# For those who had unplanned pregnancies...



## Liesje

...do you plan on telling your children they were unplanned when they're older?

On one hand I can see no child wants to hear that they were an "accident" (I prefer the term "surprise", but anyway...) but on the other, it might be nice for them to know what wonderful surprises babies can be even when they're not expected (if they're old enough to have unplanned pregnancies of their own). 

We were _nudged_ into parenthood... I'm just wondering how others plan to go about telling their story to their children?


----------



## mrsholmes

my first one was planned, and only planned on one. But fell pregnant on the pill............im not sure I will probably tell them they were both planned !:blush:


----------



## RachA

If it comes up then i will say that we weren't actively trying for children at the time. We were planning on starting trying for a family 3 months after we fell pregnant.

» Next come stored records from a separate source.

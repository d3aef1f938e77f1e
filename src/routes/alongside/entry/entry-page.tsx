import { useState } from 'react';
import { useParams } from 'react-router-dom';
import { BackBar } from '#src/components/back-bar.tsx';
import { BUNG_WORDS, BungMark } from '#src/components/bung-mark.tsx';
import { Empty } from '#src/components/empty.tsx';
import { Page } from '#src/components/page.tsx';
import { useRead } from '#src/replica/hooks.tsx';
import { HoursByPerson } from '#src/routes/alongside/entry-parts.tsx';
import { DoneFoot } from '#src/routes/alongside/done-foot.tsx';
import { Additions } from '#src/routes/alongside/entry/additions.tsx';
import { ChangeSheets, type Change } from '#src/routes/alongside/entry/change-sheets.tsx';
import { EntryKeys } from '#src/routes/alongside/entry/entry-keys.tsx';
import { EntryHistory } from '#src/routes/alongside/entry/entry-history.tsx';
import { LooseEnds } from '#src/routes/alongside/entry/loose-ends.tsx';
import { readEntryPage, type EntryPage } from '#src/routes/alongside/entry/read-entry-page.ts';
import { settlingOp } from '#src/routes/alongside/entry/settle.ts';
import { NoteParts } from '#src/routes/alongside/note-plank.tsx';
import { PhotoStrip } from '#src/routes/alongside/photo-strip.tsx';
import { useJustDone } from '#src/routes/alongside/use-just-done.ts';
import { deviceWord } from '#src/shell/device-words.ts';
import { RecordBar } from '#src/shell/record-bar.tsx';
import { listWords } from '#src/words/name-words.ts';
import { capital } from '#src/words/who.ts';

/** An entry in full: its words, what was said about it since, and what this person may do with it. */
export default function EntryPageScreen() {
  const { id = '' } = useParams();
  const page = useRead(['entry', id], (view) => readEntryPage(view, id));
  const [change, setChange] = useState<Change | null>(null);
  const { done, setDone } = useJustDone();
  return (
    <Page
      bars={
        <>
          <title>Entry · Ribband</title>
          <BackBar
            isCoaming
            title={page ? page.day : 'Entry'}
            subTitle={page?.where}
            to="/alongside"
            backWord="Back to Alongside"
          />
          <RecordBar />
        </>
      }
      foot={done && <DoneFoot done={done} onGone={() => setDone(null)} />}
    >
      {page ? (
        <>
          <Body page={page} />
          <EntryKeys page={page} onChoose={setChange} />
          <EntryHistory history={page.history} />
          {change && (
            <ChangeSheets page={page} change={change} onClose={() => setChange(null)} onDone={setDone} />
          )}
        </>
      ) : (
        <Empty>This entry is not on this device. It may not have come yet, or it is not yours to see.</Empty>
      )}
    </Page>
  );
}

function Body({ page }: { page: EntryPage }) {
  const { line } = page;
  return (
    <div className="grid gap-3 bg-plank px-4 py-5 md:px-6">
      <p className="flex items-center gap-2 text-slate">
        <BungMark mark={line.mark} word="" />
        {stateWords(line)}
      </p>
      <p
        className={`text-[20px] leading-snug break-words whitespace-pre-line ${line.struck ? 'line-through' : ''}`}
      >
        {line.words.trim() || 'Hours alone, no words.'}
      </p>
      <p>
        <span className="font-semibold">{capital(line.author)}</span>
        {line.hours.length > 0 && ' · '}
        <HoursByPerson hours={line.hours} author={line.author} />
      </p>
      <PhotoStrip photos={line.photos} shownMax={12} />
      {line.ticked.length > 0 && <p>Ticked off: {listWords(line.ticked)}</p>}
      {line.notes.map((note) => (
        <div key={note.id} className="border-l-[3px] border-bilge pl-3">
          <NoteParts note={note} author={line.author} isInside />
        </div>
      ))}
      {line.flags.length > 0 && <p className="text-slate">{line.flags.join(' · ')}</p>}
      {line.struck && <p className="font-semibold">{line.struck}</p>}
      <Additions entryId={line.id} additions={line.additions} />
      {line.ends.length > 0 && (
        <div className="grid gap-4 pt-3">
          <h2 className="text-[20px] leading-tight font-bold">Loose ends</h2>
          <LooseEnds ends={line.ends} settle={(end, opId) => settlingOp(page, end, opId)} />
        </div>
      )}
    </div>
  );
}

function stateWords({ mark, isHeld }: EntryPage['line']): string {
  const held = `held on this ${deviceWord()}`;
  if (mark === 'held') return capital(held);
  return capital(isHeld ? `${BUNG_WORDS[mark]}, ${held}` : BUNG_WORDS[mark]);
}
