import type { EntrySet } from '#shared/entry/entry.ts';
import { useHold } from '#src/replica/hooks.tsx';
import { UNDONE_WHY, type Done } from '#src/routes/alongside/done.ts';
import type { EntryPage } from '#src/routes/alongside/entry/read-entry-page.ts';
import { whyOf } from '#src/routes/alongside/entry/why-of.ts';

/** Amends an entry, and tells how it was, for the way back. */
export function useAmend({ row }: EntryPage, onDone: (done: Done) => void, onHeld: () => void) {
  const hold = useHold();
  return {
    failure: hold.error?.message,
    /** `before`: the same fields as they stand now */
    hold(set: EntrySet, before: EntrySet, why: string) {
      const amendment = (fields: EntrySet, reason: { why?: string }) => ({
        kind: 'entry.amend',
        data: { entryId: row.id, set: fields, ...reason },
      });
      hold.mutate(amendment(set, whyOf(why)), {
        onSuccess: (op) => {
          onDone({
            done: op.id,
            words: 'The entry is changed',
            undo: [amendment(before, { why: UNDONE_WHY })],
          });
          onHeld();
        },
      });
    },
  };
}
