import { useState } from 'react';
import { Why } from '#src/components/why.tsx';
import { useHold } from '#src/replica/hooks.tsx';
import { BoatSheet } from '#src/routes/alongside/boat-sheet.tsx';
import { AddToSheet } from '#src/routes/alongside/entry/add-to-sheet.tsx';
import { DaySheet } from '#src/routes/alongside/entry/day-sheet.tsx';
import { HoursSheet } from '#src/routes/alongside/entry/hours-sheet.tsx';
import type { EntryPage } from '#src/routes/alongside/entry/read-entry-page.ts';
import { WordsSheet } from '#src/routes/alongside/entry/words-sheet.tsx';
import type { Where } from '#src/routes/alongside/read-boats.ts';

export type Change = 'words' | 'move' | 'day' | 'hours' | 'addTo' | 'strike' | 'restore';

export interface ChangeProps {
  page: EntryPage;
  onClose: () => void;
}

/** The sheet for one change of an entry. */
export function ChangeSheets({ page, change, onClose }: ChangeProps & { change: Change }) {
  switch (change) {
    case 'words':
      return <WordsSheet page={page} onClose={onClose} />;
    case 'move':
      return <MoveSheets page={page} onClose={onClose} />;
    case 'day':
      return <DaySheet page={page} onClose={onClose} />;
    case 'hours':
      return <HoursSheet page={page} onClose={onClose} />;
    case 'addTo':
      return <AddToSheet page={page} onClose={onClose} />;
    case 'strike':
    case 'restore':
      return <StrikeSheet page={page} change={change} onClose={onClose} />;
  }
}

function StrikeSheet({ page, change, onClose }: ChangeProps & { change: 'strike' | 'restore' }) {
  const hold = useHold();
  const isStrike = change === 'strike';
  return (
    <Why
      isOpen
      onClose={onClose}
      title={isStrike ? 'Strike this entry' : 'Bring this entry back'}
      question={isStrike ? 'Why is it struck? It stays to be read.' : 'Why is it brought back?'}
      confirm={isStrike ? 'Strike it' : 'Bring it back'}
      isDanger={isStrike}
      problem={hold.error?.message}
      onConfirm={(why) =>
        hold.mutate({ kind: `entry.${change}`, data: { entryId: page.row.id, why } }, { onSuccess: onClose })
      }
    />
  );
}

function MoveSheets({ page, onClose }: ChangeProps) {
  const hold = useHold();
  const [to, setTo] = useState<Where | null>(null);
  const { boatId, stageId } = page.row;
  if (!to) return <BoatSheet isOpen where={{ boatId, stageId }} onClose={onClose} onChoose={setTo} />;
  return (
    <Why
      isOpen
      onClose={onClose}
      title="Move this entry"
      question="Why is it moved?"
      confirm="Move it"
      problem={hold.error?.message}
      onConfirm={(why) =>
        hold.mutate(
          { kind: 'entry.amend', data: { entryId: page.row.id, set: { ...to }, why } },
          { onSuccess: onClose },
        )
      }
    />
  );
}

I won't go out of my way to tell him though as if he hasn't asked then i don't see he needs to know lol


----------



## Lucasmum

Lucas is aware he was a happy surprise already :flower:


----------



## vintage67

Over the years, my mother commented many times that I wasn't planned and the way it was worded made me very unhappy on many occassions.


----------



## MacyClara

Well I was 16 when I found out I was pregnant with my daughter and her dad was 17. I think she'll be able to put two and two together on that one! not that we don't love her very,very much but I will definitely (when she's older) tell her how she was a surprise and that raising a baby as a teen is a challenge. I think it would be irresponsible of me as her mother to not tell her how hard it was so she can avoid the mistakes I made.


----------



## JASMAK

Mine were very very planned, but my mum always told me I wasn't and it only hurt, and still does.


----------



## mum22ttc#3

I never planned DD2, was on the pill at the time but I can honestly say that she was the best surprise that I've ever had.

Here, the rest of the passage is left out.